Opera di Mauro Larcher.
 
Luigina Lorenzi ha avuto fin dalla tenera età una forte predisposizione per il disegno, a soli otto anni ha realizzato il suo primo ritratto, quello di sua madre, al quale ne sono seguiti molti altri per lo più caricaturali.
Si è avvicinata alla pittura grazie a un gallerista amico di famiglia, Dante Dassatti, il quale all’epoca le regalò tavolozza, colori, pennelli e un piccolo cavalletto, assieme alla dedica «adesso smettila di fare Guttuso... e dipingi!».
A quei tempi sapeva poco di arte e di artisti ma amava dipingere e sperimentare, mescolando colori e dando sfogo alla sua grande creatività.
Nel 1971, la sua prima personale nella sua galleria, la «Città di Riva»: trentacinque lavori a olio su cartoncino, realizzati con la tecnica a spatola.
Dopo due anni di sospensione è tornata ad usare i pennelli: pochi colori, tre terre e un blu, lavori su tela, sfumati, tirati con stracci imbevuti nel petrolio, assecondando un bisogno interiore che l’ha spinta a dipingere in modo irrazionale, incontrollato.
Ci racconta lei stessa che era spaventata da quelle radici contorte, quei corpi che prendevano forma sulla tela.
Svela delle sue opere Luigina Lorenzini: «I miei quadri erano e sono degli svuotamenti, esprimono le inquietudini e le paure di una parte della mia vita molto sofferta.»
 
Osserva Maurizio Scudiero, storico dell’arte e curatore della mostra: «Non sono corpi che trasmettono una serenità fisica e spirituale… tutt’altro.
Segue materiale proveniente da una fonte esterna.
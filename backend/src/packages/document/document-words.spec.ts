import { describe, expect, it } from '@jest/globals';
import { DOCUMENT_WORDS } from './document-words';

/** Paths of all words, with the number of parts that a phrase takes. */
function pathsOf(value: unknown, path = ''): string[] {
  if (typeof value === 'function') return [`${path}(${value.length})`];
  if (typeof value !== 'object' || value === null) return [path];
  return Object.entries(value)
    .flatMap(([key, inner]) => pathsOf(inner, `${path}.${key}`))
    .sort();
}

function textsOf(value: unknown): string[] {
  if (typeof value === 'string') return [value];
  if (typeof value === 'function') return [String((value as (...parts: string[]) => unknown)('1', '2', '3'))];
  return Object.values(value as object).flatMap(textsOf);
}

describe('DOCUMENT_WORDS', () => {
  it('has the same keys and phrases in both languages', () => {
    expect(pathsOf(DOCUMENT_WORDS.es)).toEqual(pathsOf(DOCUMENT_WORDS.en));
  });
  it('leaves no word empty', () => {
    for (const words of Object.values(DOCUMENT_WORDS))
      expect(textsOf(words).filter((text) => text.trim() === '')).toEqual([]);
  });
  it('is translated, not copied', () => {
    const english = textsOf(DOCUMENT_WORDS.en);
    const same = textsOf(DOCUMENT_WORDS.es).filter(
      (text, index) => text === english[index] && /[a-z]{4}/.test(text),
    );
    expect(same).toEqual(['Control']);
  });
});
Sono corpi che documentano un travaglio che è soprattutto interiore, esistenziale, e che ben si esplicita in opere come Nudo s/coperta dell’anima dove il corpo si sta lacerando, frantumando, per le tensioni che provengono dal suo interno/interiore piuttosto che da una violenza esterna. Dunque tutt’altro che una tranquilla pittura della bellezza come potrebbe apparire, proprio perché il corpo è qui preso a metafora di quella maschera che è un carattere trasversale della società contemporanea dove appunto, spesso, quello che si vede, non è quello che è».
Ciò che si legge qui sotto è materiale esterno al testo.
import type { Judgement } from '#shared/checklist/judgement';
import type { SuperheatAnswer, SuperheatObservation } from '#shared/checklist/kinds/superheat';
import type { FoldEntry } from '#shared/sequences/fold';
import { gap, kept, type Block } from '../../pdf/block';
import { PAGE, TEXT_WIDTH } from '../../pdf/page-geometry';
import { paragraph } from '../../pdf/paragraph';
import { ruledTable } from '../../pdf/ruled-table';
import { tornEdge } from '../../pdf/slip';
import { STYLES } from '../../pdf/text-style';
import type { DocumentContext } from './document-context';
import { judgedOf, type CircuitContext } from './judged-entry';
import { gaugeBlock } from './reading-blocks';

type Working = Judgement['working'][number];

/** One observation as a column of the working: its name and what was worked out for it, if anything. */
interface WorkingColumn {
  readonly title: string;
  readonly typed: { readonly pressure: string; readonly temperature: string };
  readonly working: Working | undefined;
}

const SLIP_X = PAGE.left + 10;

/** Superheat of a coil: the value as left on its strip, how the valve behaved, and the whole working as a slip. */
export function superheatBlocks(circuit: CircuitContext, entry: FoldEntry): Block[] {
  const { content } = entry.body;
  if (content.kind !== 'answer' || content.answer.kind !== 'superheat') return [];
  const judged = judgedOf(entry);
  if (!judged) return [];
  const { answer } = content;
  // A result and how it was worked out are read together: they never stand on two pages.
  return kept([
    ...resultBlocks(circuit, answer, judged),
    gap(3),
    ...workingBlocks(circuit.context, columnsOf(circuit.context, answer, judged.working)),
  ]);
}

function resultBlocks(circuit: CircuitContext, answer: SuperheatAnswer, judged: Judgement): Block[] {
  const { sheet, words, format } = circuit.context;
  const figure = (label: string): number | null =>
    judged.figures.find((one) => one.label === label)?.value ?? null;
  const value = figure('superheat');
  if (value === null) return [];
  const low = figure('superheatLow');
  const high = figure('superheatHigh');
  const hunting = low !== null && high !== null ? { low, high } : null;
  const asFound = figure('superheatAsFound');
  const saturation = figure('saturation');
  const difference = (kelvins: number): string => format.ofDimension(kelvins, 'temperatureDifference');
  const facts = [
    answer.asLeft.valve === 'steady' || !hunting
      ? words.superheat.steady
      : words.superheat.hunting(difference(hunting.low), difference(hunting.high)),
    saturation === null ? '' : words.superheat.saturation(format.ofDimension(saturation, 'temperature')),
    asFound === null ? words.superheat.notAsFound : words.superheat.wasFound(difference(asFound)),
  ];
  const { limit } = judged;
  return kept([
    gaugeBlock(circuit, {
      figures: { value, low: limit?.low ?? null, high: limit?.high ?? null, hunting, asFound },
      dimension: 'temperatureDifference',
      isOutside: judged.outcome === 'outside',
    }),
    ...paragraph(sheet, facts.filter((fact) => fact !== '').join(' · '), STYLES.body),
  ]);
}

function columnsOf(
  context: DocumentContext,
  answer: SuperheatAnswer,
  workings: readonly Working[],
): WorkingColumn[] {
  const { words } = context;
  const left = observationColumns(context, answer.asLeft, words.superheat.asLeft);
  const found = answer.asFound ? observationColumns(context, answer.asFound, words.superheat.asFound) : [];
  // Judging writes the workings of the value as left first; an observation that couldn't be read has none at all.
  const hasLeft = workings.length >= left.length;
  const withWorking = (columns: readonly WorkingColumn[], from: number, present: boolean): WorkingColumn[] =>
    columns.map((column, index) => ({ ...column, working: present ? workings[from + index] : undefined }));
  return [
    ...withWorking(found, left.length, workings.length >= left.length + found.length),
    ...withWorking(left, 0, hasLeft),
  ];
}

function observationColumns(
  context: DocumentContext,
  observation: SuperheatObservation,
  name: string,
): WorkingColumn[] {
  const { words, format } = context;
  const pairs =
    observation.valve === 'steady'
      ? [{ title: name, pair: observation.pair }]
      : [
          { title: words.superheat.low(name), pair: observation.low },
          { title: words.superheat.high(name), pair: observation.high },
        ];
  return pairs.map(({ title, pair }) => ({
    title,
    typed: { pressure: format.typed(pair.pressure), temperature: format.typed(pair.temperature) },
    working: undefined,
  }));
}

function workingBlocks(context: DocumentContext, columns: readonly WorkingColumn[]): Block[] {
  const { sheet, words } = context;
  // Narrow for one column: a figure must not stand a page's width from its name.
  const width = Math.min(PAGE.right - SLIP_X, 170 + 100 * columns.length);
  const place = { x: SLIP_X, width };
  const reference = columns.find((column) => column.working)?.working;
  const table = ruledTable(
    sheet,
    [
      { title: words.superheat.working, share: 30 },
      ...columns.map((column) => ({
        title: column.title,
        share: 18,
        style: STYLES.mono,
        align: 'right' as const,
      })),
    ],
    workingRows(context, columns, reference).map((row) =>
      row.map((text, index) => (index === 0 ? { text, style: STYLES.small } : { text })),
    ),
    { ...place, hasRowHeads: true, padding: 1.5 },
  );
  const slip = [
    tornEdge(SLIP_X, 'top'),
    ...kept(table, true),
    gap(4),
    ...(reference ? explanation(context, reference) : []),
    tornEdge(SLIP_X, 'bottom'),
  ];
  return kept(slip);
}

function workingRows(
  context: DocumentContext,
  columns: readonly WorkingColumn[],
  reference: Working | undefined,
): string[][] {
  const { words, format } = context;
  if (!reference) {
    return [
      [words.figures['suctionPressure'] ?? '', ...columns.map((column) => column.typed.pressure)],
      [words.figures['lineTemperature'] ?? '', ...columns.map((column) => column.typed.temperature)],
    ];
  }
  return reference.lines.map((line) => [
    words.figures[line.label] ?? spelledOut(line.label),
    ...columns.map((column) => {
      const own = column.working?.lines.find((candidate) => candidate.label === line.label);
      if (own) return format.quantity(own.value, own.unit);
      if (line.label === 'suctionPressure') return column.typed.pressure;
      return line.label === 'lineTemperature' ? column.typed.temperature : '—';
    }),
  ]);
}

function explanation(context: DocumentContext, working: Working): Block[] {
  const { sheet, words } = context;
  const formula = words.formulas[working.formula] ?? spelledOut(working.formula);
  const place = { x: SLIP_X, width: TEXT_WIDTH - (SLIP_X - PAGE.left) };
  return [
    ...paragraph(sheet, `${words.superheat.formula} ${formula}`, STYLES.small, place),
    ...paragraph(
      sheet,
      `${words.superheat.source} ${shortSource(working.source)}; ${words.superheat.inFull}`,
      STYLES.small,
      place,
    ),
  ];
}

/** The table and the program behind it; its literature is long and stands once, at the end of the chapter. */
const shortSource = (source: string): string => source.split(';')[0] ?? source;

/** Sources of all workings among the entries, each once and in full. */
export function sourcesOf(entries: readonly FoldEntry[]): readonly string[] {
  return [
    ...new Set(entries.flatMap((entry) => (judgedOf(entry)?.working ?? []).map((working) => working.source))),
  ];
}

/** A key as words, for a figure that has no name here yet: "oilLevel" becomes "oil level". */
function spelledOut(key: string): string {
  return key.replace(
    /([a-z])([A-Z])/g,
    (_match, before: string, after: string) => `${before} ${after.toLowerCase()}`,
  );
}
Potremmo aggiungere che tanto più si è allenati alla sofferenza tanto più si affina una certa sensibilità, che è anche consapevolezza, e una capacità di cogliere la bellezza che ci circonda in tutte le sue declinazioni. Molte sono le collettive e le personali a cui Luigina Lorenzi ha partecipato nel tempo. «Ora che i miei quadri sono sparsi per mezzo mondo e il mio tempo si fa sempre più breve, ringrazio chi mi ha dato la vita e di avermi fatta così... diversa, – racconta. – Quella bambina che non amava vestirsi con nastri, gonne e pizzi, prediligendo i pantaloni, era già allora uno spirito libero, lontana dai modelli dominanti per le ragazze di quei tempi e dagli stereotipi di genere.
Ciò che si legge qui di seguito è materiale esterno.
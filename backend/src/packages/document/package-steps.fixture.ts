import type { Signature } from '#shared/checklist/signature';
import { stepListSchema, type StepList } from '#shared/checklist/step';
import type { CircuitSpecification } from '#shared/plant/plant';

// A made-up opening in memory: nothing in it is a real store, person or product.

export const uuid = (prefix: string, number: number): string =>
  `${prefix.padStart(8, '0')}-0000-7000-8000-${String(number).padStart(12, '0')}`;

export const PEOPLE = {
  installer: { id: uuid('a1', 1), name: 'Marisol Quintero' },
  lead: { id: uuid('a1', 2), name: 'Tobias Renwick' },
} as const;

const ATMOSPHERE_PA = 96_000;
const FACTS = {
  refrigerant: 'R-448A',
  atmospherePaAbs: ATMOSPHERE_PA,
  elevationM: 452,
  unitSystem: 'us' as const,
};
const fahrenheit = (value: number): number => ((value + 459.67) * 5) / 9;
export const both = (en: string, es: string): { en: string; es: string } => ({ en, es });

export const SIGNATURE: Signature = {
  printedName: 'Marisol Quintero',
  width: 600,
  height: 180,
  strokes: [
    Array.from({ length: 80 }, (_, i) => [
      30 + i * 5,
      100 + Math.sin(i / 3.1) * 45 * Math.exp(-i / 70),
    ]).flat(),
    [420, 120, 470, 60, 500, 130, 560, 70],
  ],
  typed: false,
};

export function stepList(number: number): StepList {
  const fixtureId = uuid('f1', number);
  const base = { instruction: null, caution: null, fixtureId, coilId: null, required: true, source: null };
  const none = { ...base, fixtureId: null };
  const steps: unknown[] = [
    {
      ...base,
      kind: 'confirm',
      key: 'fans',
      section: 'before',
      title: both(
        'All fans run and blow into the case',
        'Todos los ventiladores giran y soplan hacia la vitrina',
      ),
      instruction: both(
        'Feel the air at every fan with the door or curtain as in service.',
        'Sienta el aire en cada ventilador con la puerta o cortina como en servicio.',
      ),
    },
    {
      ...base,
      kind: 'choose',
      key: 'drain',
      section: 'before',
      title: both('Drain line', 'Línea de drenaje'),
      options: [
        {
          value: 'clear',
          label: both('Runs clear, trap filled', 'Corre libre, trampa llena'),
          outcome: 'within',
        },
        { value: 'slow', label: both('Slow or dry', 'Lenta o seca'), outcome: 'outside' },
      ],
    },
    {
      ...none,
      kind: 'override',
      key: 'hold',
      section: 'before',
      title: both('Hold the defrost off', 'Retener el deshielo'),
      subject: both('Defrost held off', 'Deshielo retenido'),
    },
    {
      ...base,
      kind: 'reading',
      key: 'air',
      section: 'readings',
      title: both('Discharge air at the honeycomb', 'Aire de descarga en el panal'),
      dimension: 'temperature',
      limits: { low: fahrenheit(24), high: fahrenheit(30) },
      siUnit: 'K',
      source: 'Fixture specification',
    },
    {
      ...base,
      kind: 'reading',
      key: 'fanAmps',
      section: 'readings',
      title: both('Evaporator fan current', 'Corriente de ventiladores'),
      dimension: 'electricCurrent',
      limits: { low: null, high: 2.4 },
      siUnit: 'A',
      source: 'Nameplate',
    },
    {
      ...base,
      kind: 'reading',
      key: 'length',
      section: 'readings',
      title: both('Length of the drip leg', 'Longitud del tramo de goteo'),
      dimension: 'length',
      limits: { low: null, high: null },
      siUnit: 'm',
    },
    {
      ...base,
      kind: 'superheat',
      key: 'superheat',
      coilId: uuid('c1', number),
      section: 'readings',
      title: both('Superheat of the coil', 'Recalentamiento del serpentín'),
      band: { lowK: 10 / 3, highK: 50 / 9 },
      source: 'Fixture specification',
    },
    {
      ...base,
      kind: 'confirm',
      key: 'heater',
      section: 'readings',
      title: both('Door heater draws current', 'La resistencia de puerta toma corriente'),
      required: false,
    },
    {
      ...base,
      kind: 'photo',
      key: 'photos',
      section: 'proof',
      title: both('Valve, bulb and strap in one picture', 'Válvula, bulbo y abrazadera en una imagen'),
      minCount: 1,
    },
    {
      ...none,
      kind: 'note',
      key: 'note',
      section: 'proof',
      title: both('Anything the next person must know', 'Lo que debe saber quien sigue'),
      required: false,
    },
    {
      ...none,
      kind: 'signature',
      key: 'signature',
      section: 'proof',
      title: both('Signature', 'Firma'),
      meaning: both(
        'I did this work and recorded what I found.',
        'Hice este trabajo y registré lo que encontré.',
      ),
    },
  ];
  return stepListSchema.parse({
    format: 1,
    template: { key: 'case', version: 4, title: both('Display case on a rack', 'Vitrina en un rack') },
    facts: FACTS,
    sections: [
      { key: 'before', title: both('Before refrigeration', 'Antes de refrigerar') },
      { key: 'readings', title: both('Readings at steady state', 'Lecturas en régimen') },
      { key: 'proof', title: both('Proof and signature', 'Prueba y firma') },
    ],
    steps,
  });
}

export function specification(number: number, code: string, description: string): CircuitSpecification {
  return {
    revision: 2,
    opening: { id: uuid('01', 1), name: 'Willow Bend', elevationM: 452, unitSystem: 'us' },
    system: { id: uuid('51', 1), name: 'Rack A', kind: 'rack', refrigerant: 'R-448A' },
    suctionGroup: {
      id: uuid('56', 1),
      name: 'A, medium',
      temperatureClass: 'medium',
      saturatedSuctionTemperatureK: fahrenheit(18),
    },
    circuit: {
      id: uuid('c0', number),
      code,
      description,
      area: 'Dairy wall',
      temperatureClass: 'medium',
      feed: 'homeRun',
      control: 'evaporatorPressureRegulator',
      loadW: 8400,
      defrost: {
        type: 'offTime',
        perDay: 4,
        failSafeS: 2700,
        terminationTemperatureK: fahrenheit(45),
        dripS: null,
      },
      fixtures: [
        {
          id: uuid('f1', number),
          tag: `${code}-1`,
          description: 'Multideck, five shelves',
          kind: 'case',
          lengthM: 3.66,
          evaporatingTemperatureK: fahrenheit(21),
          evaporatingBasis: 'dew',
          dischargeAirTemperatureK: fahrenheit(27),
          superheatLowK: 10 / 3,
          superheatHighK: 50 / 9,
          valveKind: 'thermostatic',
          coils: [{ id: uuid('c1', number), number: 1 }],
        },
      ],
    },
  } as unknown as CircuitSpecification;
}
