import type { FoldEntry } from '#shared/sequences/fold';
import { unreachable } from '#shared/failures/unreachable';
import type { Verdict } from '#shared/sequences/entry';
import { gap, kept, type Block } from '../../pdf/block';
import { COLOURS } from '../../pdf/colours';
import { drawJoint, type JointState } from '../../pdf/joint';
import { PAGE, TEXT_WIDTH } from '../../pdf/page-geometry';
import { paragraph } from '../../pdf/paragraph';
import { STYLES } from '../../pdf/text-style';
import { say } from './document-context';
import { whoAndWhen, type CircuitContext } from './judged-entry';
import { signedBlock } from './signature-lines';

/** All reviews of a circuit, oldest first: verdict, who and when, remarks, what the signature means. */
export function reviewBlocks(circuit: CircuitContext, reviews: readonly FoldEntry[]): Block[] {
  const { sheet, words } = circuit.context;
  const title = paragraph(sheet, words.reviews, STYLES.section, { tag: 'H2' });
  if (reviews.length === 0) return [gap(10), ...title, ...paragraph(sheet, words.noReview, STYLES.body)];
  return [gap(10), ...title, ...reviews.flatMap((review) => oneReview(circuit, review))];
}

function oneReview(circuit: CircuitContext, entry: FoldEntry): Block[] {
  const { context, detail } = circuit;
  const { sheet, words } = context;
  const { content } = entry.body;
  if (content.kind !== 'review') return [];
  const titles = new Map(detail.stepList.steps.map((step) => [step.key, say(context, step.title)]));
  const remarks = content.remarks.flatMap((remark) =>
    paragraph(sheet, `${titles.get(remark.stepKey) ?? remark.stepKey}: ${remark.text}`, STYLES.body, {
      x: PAGE.left + 12,
      width: TEXT_WIDTH - 12,
    }),
  );
  const colour = content.verdict === 'approved' ? COLOURS.copper : COLOURS.plum;
  const meaning = content.meaning ? say(context, content.meaning) : '';
  return [
    gap(6),
    ...kept(
      [
        ...paragraph(
          sheet,
          words.verdicts[content.verdict],
          { ...STYLES.step, colour },
          {
            tag: 'H3',
            ornament: (page, baseline) =>
              drawJoint(page, PAGE.markX, baseline - 3.5, 4, stateAfter(content.verdict)),
          },
        ),
        ...paragraph(sheet, whoAndWhen(circuit, entry), STYLES.small),
        ...paragraph(sheet, words.reviewedHead(content.headHash), STYLES.monoSmall),
      ],
      content.signature !== null || remarks.length > 0,
    ),
    ...(remarks.length > 0 ? paragraph(sheet, words.remarks, STYLES.label, { keepWithNext: true }) : []),
    ...remarks,
    ...(content.signature
      ? [signedBlock(circuit, entry, content.signature, { capacity: words.signature.asReviewer, meaning })]
      : []),
  ];
}

function stateAfter(verdict: Verdict): JointState {
  switch (verdict) {
    case 'approved':
      return 'approved';
    case 'sentBack':
      return 'sentBack';
    case 'withdrawn':
      return 'submitted';
    default:
      return unreachable(verdict);
  }
}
«Dotata di grande sensibilità artistica, nella vita ha saputo esprimersi con grande efficacia anche nell’ambito della poesia.»
 
È del 2002 la raccolta intitolata «Sorsi di vita». Una poesia di riflessione e di memoria, in cui talvolta c’è una contrapposizione fra passato e presente.
«Stipati come mattoni|i ricordi si sono appesantiti|Vorrei delle crepe|per far entrare dell’altro […]» recitano i versi di Riflessioni, la poesia contenuta nel volume Pensieri scomposti del 2010, edito da UCT - Tn, collana Il Picchio Verde.
È invece del 2013 il volume Lorenzo e Federico...l'amore e l'indifferenza, una pubblicazione che affronta il tema di un amore omosessuale non corrisposto, un sentimento che viene indagato in maniera delicata e profonda.
L’abbiamo raggiunta al volo, ponendole alcune domande.
 

Opera di Luigina Lorenzi.
 
Quando ha introdotto la componente grafica nei suoi lavori?
«Negli ultimi anni ho introdotto nella mia pittura la componente grafica per rispondere a un’esigenza interiore, si tratta di segni che rimandano in qualche modo alla sofferenza, all’angoscia esistenziale, a una dimensione drammatica dell’esistenza.»
Rispondendo in maniera molto sintetica, che messaggio vuole trasmettere attraverso le sue opere e che cosa rappresentano i corpi nudi che lei ritrae?
«Come ho in più occasioni sottolineato, le mie opere sono degli svuotamenti, dunque non ho la pretesa di trasmettere nessun messaggio particolare.
«Le figure in generale, maschili o femminili, sono parte della natura, in qualche mia opera sembrano uscire dagli alberi, come in quella intitolata L’umana babele, in mostra.»
 
Progetti futuri?
«In genere non pianifico. Per quanto riguarda le mostre, in dicembre sarò a Mantova, in aprile del prossimo anno a Bologna, per il resto seguo la massima mai fare programmi».

Daniela Larentis – [email protected]

Opera di Luigina Lorenzi.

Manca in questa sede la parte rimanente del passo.